If you're running an early stage company (particularly software companies) and you're in the process of closing your first, hard-earned customers and starting to ramp up revenues then you must pay attention to a couple of key areas.
One is revenue recognition - how you manage, record and account for these results. The second is to start the process of establishing key success metrics. The latter you have time to do as your client base develops and I'll talk more about that in future posts. The former you need to get right from day one.
Now, most CEO's of startups find their eyes rolling into the back of their heads when you talk revenue recognition. Its a desperately arcane and difficult area, yet if you screw it up you can materially misstate the results of your business to your investors, Board and others. And fixing it can be expensive and time consuming. More than that, getting it right from day one establishes a discipline of pricing, process and operating that can be hugely beneficial to the ongoing business.
On the face of it revenue recognition has just four key components. A transaction is revenue if:
- You have persuasive evidence of a business arrangement (typically a signed contract defining all the terms and conditions)
- You've shipped the product or delivered the service (earned the revenue)
- You believe you have a high probability of getting paid (and if not why are you doing business with these wasters?)
- The price being paid is "fixed and determinable" (which is not always clear if there are ways the price scales with transactions, users etc)
in the old days this was simple enough. You got the contract, you agreed the price and got a purchase order, the customer passed a credit check and you shipped the box (often on a truck at 11.59 pm on the last day of the quarter) and - bingo! - its revenue. Yes, it all had to be clean. No contingencies (contract still waiting for Board approval, future deliverables), no side agreements ....
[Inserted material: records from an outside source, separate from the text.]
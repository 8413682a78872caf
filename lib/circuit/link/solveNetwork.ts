/**
 * Steady state of a driven transmitter and any number of coupled receivers with nonlinear
 * loads, at the drive frequency, from plain numbers (the link solver's numeric core).
 *
 * Linear part — the coupled-circuit (loop) impedance matrix, one loop per coil:
 *   Z₀₀ = Z_src + R₀ + jωL₀ (+ Z_C₀ if series-compensated),  Zₖₖ = Rₖ + jωLₖ + Z_ext,k(Yₖ),
 *   Zᵢⱼ = jωMᵢⱼ (i ≠ j),  Z·I = [V_th, 0, …, 0]ᵀ,
 * with Z_ext = Z_C + 1/Y for a series tank and 1/(Y_C + Y) for a parallel tank (load admittance
 * Y across the capacitor), Z_C = ESR + 1/(jωC). A parallel-compensated transmitter driven through
 * Z_src is replaced by its Thevenin equivalent seen from the coil: V_th = V·Z_C/(Z_src + Z_C),
 * Z_th = Z_src ∥ Z_C. A current-regulated transmitter replaces row 0 by I₀ = I_set. This is the
 * textbook coupled-circuit (mesh) analysis; for one receiver it gives the reflected impedance
 * (ωM)²/Z₂ (checked in tests/circuit/link.test.ts).
 *
 * Nonlinear part — each load's describing function Y(V) (fundamental-harmonic balance): the
 * unknowns are the receivers' load amplitudes xₖ, and xₖ = |Vₖ(x)|. Solved by
 * 1. a local solve per receiver: with the rest of the network fixed, receiver k sees a Thevenin
 *    source found from one LU by the Sherman–Morrison update of its diagonal,
 *    Iₖ = E/(Z_s + Zₖₖ(Y)) with E = Iₖ⁰/Wₖₖ, Z_s = 1/Wₖₖ − Zₖₖ⁰, W = Z⁻¹; the scalar equation
 *    ln x + ln|1 + A + B·Y(x)| = ln|E| is increasing in x and is solved by Newton safeguarded by
 *    bisection (the logarithm keeps an LED's exponential knee nearly linear);
 * 2. damped Newton on s = ln x over all receivers together, with the exact Jacobian from the
 *    same LU (∂I/∂xⱼ = −W·eⱼ·∂Zⱼⱼ/∂xⱼ·Iⱼ), step limited to a factor e³ and halved by
 *    backtracking while the residual max|ln|Vₖ| − sₖ| does not fall; a failed line search falls
 *    back to step 1 for all receivers at once.
 * With one nonlinear receiver step 1 is already the exact answer.
 */
import { TanklightInputError, requireFinite, requirePositive } from "../../errors.ts";
import { complexLuFactor, complexLuSolve } from "./complexLu.ts";
import {
  DEFAULT_BRIGHTNESS_REFERENCE,
  DEFAULT_CAUTION_VOLTAGE,
  DEFAULT_LIT_THRESHOLD,
  type LinkNetwork,
  type LinkOptions,
  type ReceiverNetwork,
} from "./network.ts";
import type { LedState, LinkResult, ReceiverState } from "./result.ts";

/** An open load (conductance below this) is taken as this conductance, S: a 1 PΩ leak. */
export const OPEN_LOAD_CONDUCTANCE = 1e-15;
/** Amplitudes below this are taken as zero in the convergence test, V. */
export const AMPLITUDE_FLOOR = 1e-12;

/** Thrown when the operating point cannot be found; the message names the receivers and residuals. */
export class LinkConvergenceError extends Error {
  readonly iterations: number;
  readonly residuals: readonly number[];
  constructor(message: string, iterations: number, residuals: readonly number[]) {
    super(message);
    this.name = "LinkConvergenceError";
    this.iterations = iterations;
    this.residuals = residuals;
  }
}

const LITTHRESHOLD_SOURCE =
  "trade practice (no source): indicator LEDs are visible indoors from about 0.1–1 mA average current";
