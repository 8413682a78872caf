/**
 * Rectifier token loads: the full-wave bridge feeding an LED (no reservoir), the half-wave
 * rectifier with a reservoir capacitor (steady light), and — for the cross-check with
 * Steigerwald 1988 — the current-fed full bridge with a capacitor filter.
 *
 * Reservoir rectifier, method: steady-state charge balance with a ripple-free reservoir
 * (capacitor large against the LED's discharge over one period): the reservoir voltage V_c is
 * the one at which the diode's average current over a cycle equals the LED's current,
 *   (1/2π)·∫₀^{2π} i_D(A·sin θ − V_c) dθ = I_LED(V_c),
 * a single monotone equation (left side falls, right side rises with V_c) solved by
 * safeguarded Newton. The diode current pulse is symmetric about the crest, so the
 * fundamental current is in phase with the tank voltage (no reactive part in this limit).
 * Ripple (not in the balance) is estimated as ΔV_pp ≈ I_LED/(f·C) (the capacitor carries the
 * LED for nearly the whole period) and reported with a warning when it exceeds 10 % of V_c.
 */
import type { Diode, Junction, Led } from "./led.ts";
import { JunctionBranch, StringBranch, halfWaveIntegrals } from "./halfWave.ts";
import { TanklightInputError, requirePositive } from "../../errors.ts";
import { integrateAdaptive } from "../../math/quadrature.ts";

const branchCache = new WeakMap<object, JunctionBranch | StringBranch>();

/** The conducting path of a bridge: two diodes, the LED and the series resistor. */
export function bridgeBranch(diode: Junction, led: Junction, seriesResistance = 0): StringBranch {
  return new StringBranch(
    2 * diode.n * diode.thermalVoltage,
    diode.is,
    led.n * led.thermalVoltage,
    led.is,
    2 * diode.rs + led.rs + seriesResistance,
  );
}

/** Cached branch for a load object (loads are immutable plain data). */
export function cachedBranch<T extends JunctionBranch | StringBranch>(key: object, make: () => T): T {
  const hit = branchCache.get(key);
  if (hit) return hit as T;
  const b = make();
  branchCache.set(key, b);
  return b;
}

/** The steady state of a half-wave reservoir rectifier at one tank amplitude. */
export interface ReservoirState {
  /** reservoir (LED) voltage, V */
  readonly reservoirVoltage: number;
  /** LED current = the diode's average current, A */
  readonly ledCurrent: number;
  /** fundamental current drawn from the tank, in phase with its voltage, A (peak) */
  readonly fundamentalCurrent: number;
  /** peak diode current, A */
  readonly peakDiodeCurrent: number;
  /** d(fundamental current)/d(amplitude), S */
  readonly slope: number;
  /** estimated peak-to-peak ripple, V (needs a frequency) */
  readonly ripple?: number;
  readonly warnings: readonly string[];
}


/** A junction from led()/diode()/…Preset(): its parameters positive, its functions present. */
function requireJunction(j: unknown, field: string, where: string): void {
  const x = j as Partial<Junction> | null;
  const ok = x !== null && typeof x === "object" && typeof x.is === "number" && x.is > 0 && typeof x.rs === "number" && x.rs > 0 &&
    typeof x.n === "number" && x.n > 0 && typeof x.thermalVoltage === "number" && typeof x.current === "function" && typeof x.voltage === "function" && typeof x.conductance === "function";
  if (!ok) throw new TanklightInputError([{ path: field, message: "must be a junction from diode()/diodePreset() (or led())", value: j }], where);
}

/**
 * Steady state of a half-wave rectifier (diode + series resistor) charging a reservoir
 * capacitor with an LED across it, at tank amplitude A (charge balance, large reservoir).
 * @param diode rectifier diode; led the LED across the reservoir (any current(v)/conductance(v) load); amplitude V (peak, ≥ 0);
 * @param seriesResistance Ω ≥ 0; capacitance F > 0 and frequency Hz > 0 (ripple estimate only).
 * @returns {@link ReservoirState}.
 * @example reservoirSteadyState(diodePreset("schottky"), ledPreset("red"), 3).reservoirVoltage // → 2.032896911165257 V
 */
export function reservoirSteadyState(
  diode: Diode,
  led: Pick<Led, "current" | "conductance">,
  amplitude: number,
  seriesResistance = 0,
  capacitance?: number,
  frequency?: number,
  branch?: JunctionBranch,
): ReservoirState {
  checkReservoirArgs(diode, led, amplitude, seriesResistance);
  const br = branch ?? new JunctionBranch(diode.is, diode.n * diode.thermalVoltage, diode.rs + seriesResistance);
  const gl = diode.leakage;
  if (amplitude === 0) {
    return { reservoirVoltage: 0, ledCurrent: 0, fundamentalCurrent: 0, peakDiodeCurrent: 0, slope: diode.conductance(0), warnings: [] };
  }
  const A = amplitude;
  const scratch = new Float64Array(6); // the half-cycle integrals at the last V tried
  // h(V) = average diode current − LED current; decreasing in V.
  // Average diode current = (1/2π)(∫ i⁺) − I_s − g_leak·V over the whole cycle.
  const h = (V: number): number => {
    halfWaveIntegrals(br, A, V, scratch);
    return scratch[1]! / (2 * Math.PI) - diode.is - gl * V - led.current(V);
  };
  let lo = 0;
  let hi = A;
  let V = 0.5 * A;
  let hv = h(V);
  for (let it = 0; it < 100; it++) {
    if (hv > 0) lo = V;
    else hi = V;
    const dh = -scratch[4]! / (2 * Math.PI) - gl - led.conductance(V);
    let next = V - hv / dh;
    if (!(next > lo && next < hi)) next = 0.5 * (lo + hi);
    if (Math.abs(next - V) <= 4 * Number.EPSILON * A || hi - lo <= 4 * Number.EPSILON * A) {
      V = next;
      hv = h(V);
      break;
    }
    V = next;
    hv = h(V);
  }
  // scratch now holds the integrals at the solution
  const i1 = scratch[0]! / Math.PI + gl * A;
  const ledCurrent = led.current(V);
  // slope: dI1/dA = (1/π)[∫g sin² − V_c'·∫g sin] + g_leak, with V_c' from the balance
  const dAvgdA = scratch[3]! / (2 * Math.PI);
  const dAvgdV = scratch[4]! / (2 * Math.PI) + gl + led.conductance(V);
  const dV = dAvgdA / dAvgdV;
  const slope = (scratch[2]! - dV * scratch[3]!) / Math.PI + gl;
  const warnings: string[] = [];
  let ripple: number | undefined;
  if (capacitance !== undefined && frequency !== undefined) {
    ripple = ledCurrent / (frequency * capacitance);
    if (ripple > 0.1 * V) {
      warnings.push(
        `reservoir ripple ≈ ${ripple.toPrecision(3)} V is more than 10 % of the reservoir voltage ${V.toPrecision(3)} V: ` +
          "the large-capacitor charge balance overstates the steadiness; use a larger capacitor or the transient engine",
      );
    }
  }
  return {
    reservoirVoltage: V,
    ledCurrent,
    fundamentalCurrent: i1,
    peakDiodeCurrent: scratch[5]!,
    slope,
    ...(ripple !== undefined ? { ripple } : {}),
    warnings,
  };
}

/** reservoirSteadyState's argument checks (the diode a junction, the LED a current(v)/conductance(v) load, A and R finite and ≥ 0). */
function checkReservoirArgs(diode: Diode, led: Pick<Led, "current" | "conductance">, amplitude: number, seriesResistance: number): void {
  const where = "reservoirSteadyState";
  requireJunction(diode, "diode", where);
  if (!(led !== null && typeof led === "object" && typeof led.current === "function" && typeof led.conductance === "function")) {
    throw new TanklightInputError([{ path: "led", message: "must be an LED (or any load with current(v) and conductance(v))", value: led }], where);
  }
  if (!(Number.isFinite(amplitude) && amplitude >= 0)) {
    throw new TanklightInputError([{ path: "amplitude", message: "must be a finite number ≥ 0 V", value: amplitude }], where);
  }
  if (!(Number.isFinite(seriesResistance) && seriesResistance >= 0)) {
    throw new TanklightInputError([{ path: "seriesResistance", message: "must be a finite number ≥ 0 Ω", value: seriesResistance }], where);
  }
}

/** The result of {@link currentFedBridge}. */
export interface CurrentFedBridgeResult {
  /** DC output voltage across the load resistor, V */
  readonly outputVoltage: number;
  /** fundamental of the bridge's input voltage (in phase with the current), V peak */
  readonly fundamentalVoltage: number;
  /** equivalent AC resistance = fundamental voltage / current amplitude, Ω */
  readonly equivalentResistance: number;
}

/**
 * A full bridge with a capacitor filter and load resistor, fed by a sinusoidal current
 * I·sin θ (series-resonant secondary): the case Steigerwald 1988 treats, where
 * R_ac = 8R_L/π² for ideal diodes.
 * Charge balance: the capacitor passes only AC, so the load carries the average of |i|:
 * V_o = R_L·2I/π. The input voltage is sign(i)·(V_o + 2·v_D(|i|)); its fundamental is found by
 * adaptive quadrature over the cycle (diode drops included).
 * @param diode bridge diode; loadResistance Ω > 0; currentAmplitude A > 0.
 * @example currentFedBridge(diodePreset("schottky"), 1000, 0.01).equivalentResistance // → 899.05… Ω (8·1000/π² = 810.6 Ω plus the diode drops at 6.4 V output)
 */
export function currentFedBridge(diode: Junction, loadResistance: number, currentAmplitude: number): CurrentFedBridgeResult {
  requireJunction(diode, "diode", "currentFedBridge");
  requirePositive(loadResistance, "loadResistance", "Ω", "currentFedBridge");
  requirePositive(currentAmplitude, "currentAmplitude", "A", "currentFedBridge");
  const vo = (loadResistance * 2 * currentAmplitude) / Math.PI;
  // fundamental (sine) coefficient: (1/π)∫₀^{2π} v(θ) sin θ dθ = (2/π)∫₀^π (V_o + 2v_D(I sin θ)) sin θ dθ
  const r = integrateAdaptive((th) => {
    const s = Math.sin(th);
    return (vo + 2 * diode.voltage(currentAmplitude * s)) * s;
  }, 0, Math.PI, { absTol: 0, relTol: 1e-12 });
  const v1 = (2 / Math.PI) * r.value;
  return { outputVoltage: vo, fundamentalVoltage: v1, equivalentResistance: v1 / currentAmplitude };
}

/**
 * Steigerwald 1988 first-harmonic equivalent resistance of a full-bridge rectifier:
 * capacitor filter (current-fed) R_ac = 8R_L/π²; inductor filter (voltage-fed) R_ac = π²R_L/8.
 * Source: Steigerwald, IEEE Trans. Power Electron. 3(2), 1988 — from memory (unverified),
 * docs/references.md. It does NOT describe a reservoir capacitor fed by a sinusoidal tank voltage
 * (the parallel-tuned token), where the charge balance gives about R_L/2 instead.
 * @param loadResistance R_L, Ω > 0; filter "capacitor" | "inductor".
 * @example steigerwaldEquivalentResistance(100, "capacitor") // → 81.05694691387022
 */
export function steigerwaldEquivalentResistance(loadResistance: number, filter: "capacitor" | "inductor"): number {
  requirePositive(loadResistance, "loadResistance", "Ω", "steigerwaldEquivalentResistance");
  if (filter === "capacitor") return (8 * loadResistance) / (Math.PI * Math.PI);
  if (filter === "inductor") return (Math.PI * Math.PI * loadResistance) / 8;
  throw new TanklightInputError([{ path: "filter", message: "must be 'capacitor' or 'inductor'", value: filter }], "steigerwaldEquivalentResistance");
}
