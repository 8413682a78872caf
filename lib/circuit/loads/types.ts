/**
 * Token loads: what sits across a token's tank capacitor. A discriminated union of plain,
 * readonly objects; the describing-function functions (describingFunction.ts) and the
 * transient engine read the same objects.
 */
import type { Diode, Led } from "./led.ts";

/**
 * The loads a token can carry across its tank (voltage v across the tank, peak amplitude A):
 * - `led` — one LED across the tank (conducts on the positive half-cycle).
 * - `antiParallel` — two LEDs back to back: `a` conducts on the positive half, `b` on the negative.
 * - `parallelSameDirection` — two LEDs in parallel pointing the same way (both on the positive half);
 *   the one with the lower forward voltage takes nearly all the current.
 * - `bridge` — four identical diodes (full-wave bridge) feeding one LED, with an optional series
 *   resistor in the DC path; no reservoir capacitor (the LED current follows |v|).
 * - `halfWaveReservoir` — one diode (plus optional series resistor) charging a reservoir
 *   capacitor with the LED across the capacitor: steady light. `frequency` (Hz) is needed only
 *   for the ripple estimate; the describing function uses the large-capacitor charge balance.
 * - `resistor` — a plain resistor (for checks).
 */
export type TokenLoad =
  | { readonly kind: "led"; readonly led: Led }
  | { readonly kind: "antiParallel"; readonly a: Led; readonly b: Led }
  | { readonly kind: "parallelSameDirection"; readonly a: Led; readonly b: Led }
  | { readonly kind: "bridge"; readonly diode: Diode; readonly led: Led; readonly seriesResistance?: number }
  | {
      readonly kind: "halfWaveReservoir";
      readonly diode: Diode;
      readonly led: Led;
      /** reservoir capacitance, F, > 0 */
      readonly capacitance: number;
      /** resistor in series with the diode, Ω, ≥ 0 */
      readonly seriesResistance?: number;
      /** operating frequency, Hz (ripple estimate only) */
      readonly frequency?: number;
    }
  | { readonly kind: "resistor"; readonly resistance: number };

/** The kinds of {@link TokenLoad}. */
export type TokenLoadKind = TokenLoad["kind"];

/** One LED's share of a load's current at a tank amplitude. */
export interface LedCurrent {
  /** which LED of the load: "led", "a" or "b" */
  readonly role: "led" | "a" | "b";
  /** the LED's label, e.g. "red LED (preset)" */
  readonly label: string;
  /** average (DC) current over a cycle, A — what brightness follows */
  readonly current: number;
  /** peak current over the cycle, A */
  readonly peakCurrent: number;
  /**
   * average current / the LED's rated current (20 mA for presets): light output taken as
   * proportional to average current below rated current (from memory (unverified); real LEDs
   * are slightly sub-linear near and above rated current)
   */
  readonly relativeBrightness: number;
}
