/** formatQuantity's body for a checked number. */
function formatNumber(x: number, unit: string, digits: number): string {
  const space = unit === "" ? "" : " ";
  if (x === Infinity) return `∞${space}${unit}`;
  if (x === -Infinity) return `-∞${space}${unit}`;
  if (x === 0) return `0${space}${unit}`;

  // Decimal digits and exponent of x rounded to `digits` significant figures, taken from
  // toExponential (correctly rounded, exact exponent): no log10 or division roundings, so
  // 999.96 becomes 1.00e3 and takes "k", and 9.99…e-31 never slips to "0.999… q".
  const { sign, figures, exponent } = decimalDigits(x, digits);

  if (UNPREFIXED.has(unit)) {
    const body = exponent >= -3 && exponent < 6 ? sign + placePoint(figures, exponent) : exponentForm(x, digits);
    return `${body}${space}${unit}`;
  }

  const power = leadingPower(unit);
  // prefix step: one prefix = 10^(3·power) in the value
  const step = Math.floor(exponent / (3 * power));
  const index = step + PREFIX_OFFSET;
  if (index < 0 || index >= PREFIXES.length) {
    return `${exponentForm(x, digits)}${space}${unit}`;
  }
  const mantissa = sign + placePoint(figures, exponent - 3 * power * step);
  return `${mantissa} ${PREFIXES[index]}${unit}`;
}

/** x ≠ 0 rounded to `digits` significant figures: sign, the digit string, the decimal exponent. */
function decimalDigits(x: number, digits: number): { sign: string; figures: string; exponent: number } {
  const [mant = "0", exp = "0"] = Math.abs(x).toExponential(digits - 1).split("e");
  return { sign: x < 0 ? "-" : "", figures: mant.replace(".", ""), exponent: Number(exp) };
}

/** Digits d₀d₁d₂… with value d₀.d₁d₂…·10^e written in fixed notation ("470", e = 0 → "4.70"). */
function placePoint(figures: string, e: number): string {
  if (e < 0) return `0.${"0".repeat(-e - 1)}${figures}`;
  const whole = figures.slice(0, e + 1).padEnd(e + 1, "0");
  const fraction = figures.slice(e + 1);
  return fraction === "" ? whole : `${whole}.${fraction}`;
}

/** The power of the first factor of a unit symbol: "m²" → 2, "m^3/s" → 3, "A/m" → 1. */
function leadingPower(unit: string): number {
  const first = /^[^\s·*/^²³]+(\^(\d)|²|³)?/.exec(unit);
  if (first === null || first[1] === undefined) return 1;
  if (first[1] === "²") return 2;
  if (first[1] === "³") return 3;
  return Number(first[2] ?? "1") || 1;
}

/** Exponent form with `digits` significant figures: "1.23e+33". */
function exponentForm(x: number, digits: number): string {
  return x.toExponential(digits - 1);
}

/**
 * The SI unit symbol of a dimension, as formatQuantity expects it.
 * @example siUnit("resistance") // → "Ω"
 */
export function siUnit(dimension: Dimension): string {
  checkDimension(dimension, "dimension", "siUnit");
  return DIMENSIONS[dimension].unit;
}
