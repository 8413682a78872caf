/**
 * Dowell's one-dimensional layer model of winding losses, the classic cross-check for layered
 * windings (Dowell, Proc. IEE 113(8):1387–1394, 1966).
 */

import { TanklightInputError, requirePositive, requireNonNegative } from "../../errors.ts";
import { skinDepthCore } from "./skinDepth.ts";
import { checkNumbers } from "../inputs.ts";

/**
 * Dowell's AC resistance factor of a winding of m layers (averaged over the winding).
 *
 * F_R = Δ·[(sinh 2Δ + sin 2Δ)/(cosh 2Δ − cos 2Δ) + (2(m² − 1)/3)·(sinh Δ − sin Δ)/(cosh Δ + cos Δ)]
 * (Dowell 1966, eq. for the layer-averaged ratio). The m-th layer alone has
 * Δ·[M(Δ) + 2m(m−1)·D(Δ)]; averaging 2m(m−1) over m = 1…M gives 2(M²−1)/3.
 * Low frequency: F_R ≈ 1 + (5M² − 1)Δ⁴/45.
 * @param Delta Δ = (h/δ)·√η, dimensionless, ≥ 0 (see dowellDelta).
 * @param layers number of layers M, ≥ 1 (real values accepted for portions, e.g. half layers).
 * @returns F_R = R_ac/R_dc, dimensionless.
 * @example dowellFactor(1, 3) // → 1.9400
 * @example dowellFactor(0, 5) // → 1
 */
export function dowellFactor(Delta: number, layers: number): number {
  requireNonNegative(Delta, "Delta", "", "dowellFactor");
  if (!(typeof layers === "number" && Number.isFinite(layers) && layers >= 1 && layers <= 1e4)) {
    throw new TanklightInputError([{ path: "layers", message: "must be a finite number from 1 to 10000 (the factor grows with layers²; no winding has more)", value: layers }], "dowellFactor");
  }
  if (Delta === 0) return 1;
  const k = (2 * (layers * layers - 1)) / 3;
  if (Delta < 0.01) {
    // series (sinh − sin cancels at small Δ): F ≈ 1 + 4Δ⁴/45 + kΔ⁴/6; the first omitted terms
    // are O(Δ⁶) ≤ 1e-12 here (at Δ = 0.05 they were already 9e-10, measured against the direct form)
    return 1 + (4 * Delta ** 4) / 45 + (k * Delta ** 4) / 6;
  }
  if (Delta > 20) {
    // hyperbolic terms dominate: M → 1, D → 1 (tanh-like), exact to e^{−20}
    return Delta * (1 + k);
  }
  const s2 = (Math.sinh(2 * Delta) + Math.sin(2 * Delta)) / (Math.cosh(2 * Delta) - Math.cos(2 * Delta));
  const d = (Math.sinh(Delta) - Math.sin(Delta)) / (Math.cosh(Delta) + Math.cos(Delta));
  return Delta * (s2 + k * d);
}

/**
 * Dowell's penetration ratio Δ for a layer of round wires.
 *
 * Δ = (h/δ)·√η with the equivalent square-conductor thickness h = (√π/2)·d and the layer
 * porosity η = h/p (p the centre-to-centre pitch of the turns along the layer) (Dowell 1966 §2
 * for rectangular conductors; the round-to-square substitution of equal area is the usual one).
 * @param diameter bare wire diameter d, m, > 0.
 * @param pitch turn pitch along the layer p, m, ≥ h.
 * @param f frequency, Hz, > 0.
 * @param resistivity Ω·m, > 0.
 * @returns Δ, dimensionless.
 * @example dowellDelta(0.5e-3, 0.55e-3, 200e3, 1.7241e-8) // → 2.6916
 */
export function dowellDelta(diameter: number, pitch: number, f: number, resistivity: number): number {
  requirePositive(diameter, "diameter", "m", "dowellDelta");
  requirePositive(pitch, "pitch", "m", "dowellDelta");
  requirePositive(f, "f", "Hz", "dowellDelta");
  requirePositive(resistivity, "resistivity", "Ω·m", "dowellDelta");
  checkNumbers("dowellDelta", [["diameter", diameter, "positive"], ["pitch", pitch, "positive"], ["f", f, "positive"], ["resistivity", resistivity, "positive"]]);
  const h = (Math.sqrt(Math.PI) / 2) * diameter;
  const delta = skinDepthCore(f, resistivity);
  return (h / delta) * Math.sqrt(h / pitch);
}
Then along came software. Software sold via a perpetual license, then on a subscription term, and now via SAAS (software-as-a-service). Then there is where the software resides - on the customer site, hosted on your site, or via a shared, single instance (the SAAS model). Then there's implementation and professional services. And training. And software maintenance and upgrades. And customer service and support. The combination of many of these elements in one business relationship can create huge challenges for proper revenue recognition. My friends at PriceWaterhouse have published a manual on software revenue recognition - rather tongue in cheek subtitled "a user-friendly guide" at over 300 pages!
Even the hardware guys got in on the game as software has become a bigger and bigger component of their sales. In many cases now the hardware is simply the physical container - a server with a specially programmed chip. The software programmed into the chip is the real value add and, in rev rec terms, is more than incidental to the operation of the product. So for quite some time now the software component - along with services - has become a key factor in revenue recognition for these products. So now companies like Aruba, Riverbed and others have had to follow these rules. You may not know this but until some rules changes just last month Apple has had to recognize iPhone revenues not upon delivery of the phone to you but over the useful life of the phone and the underlying AT&T service contract - in other words, two years (in this case its complicated by the subsidization of the phone price by AT&T).
So its ugly, complex and hard to manage and track properly. In my next post I'll offer some suggestions as to how to make it simpler and more manageable within the startup environment.
(By the way, with Apple I mentioned the rules have recently changed. From now on Apple will be recognizing revenue upon shipment, not over two years. So on a reported basis heir revenue will appear to grow even faster. And, for the next two years there will be all that deferred revenue for prior periods to be added back in as well. Yes, I own Apple stock!)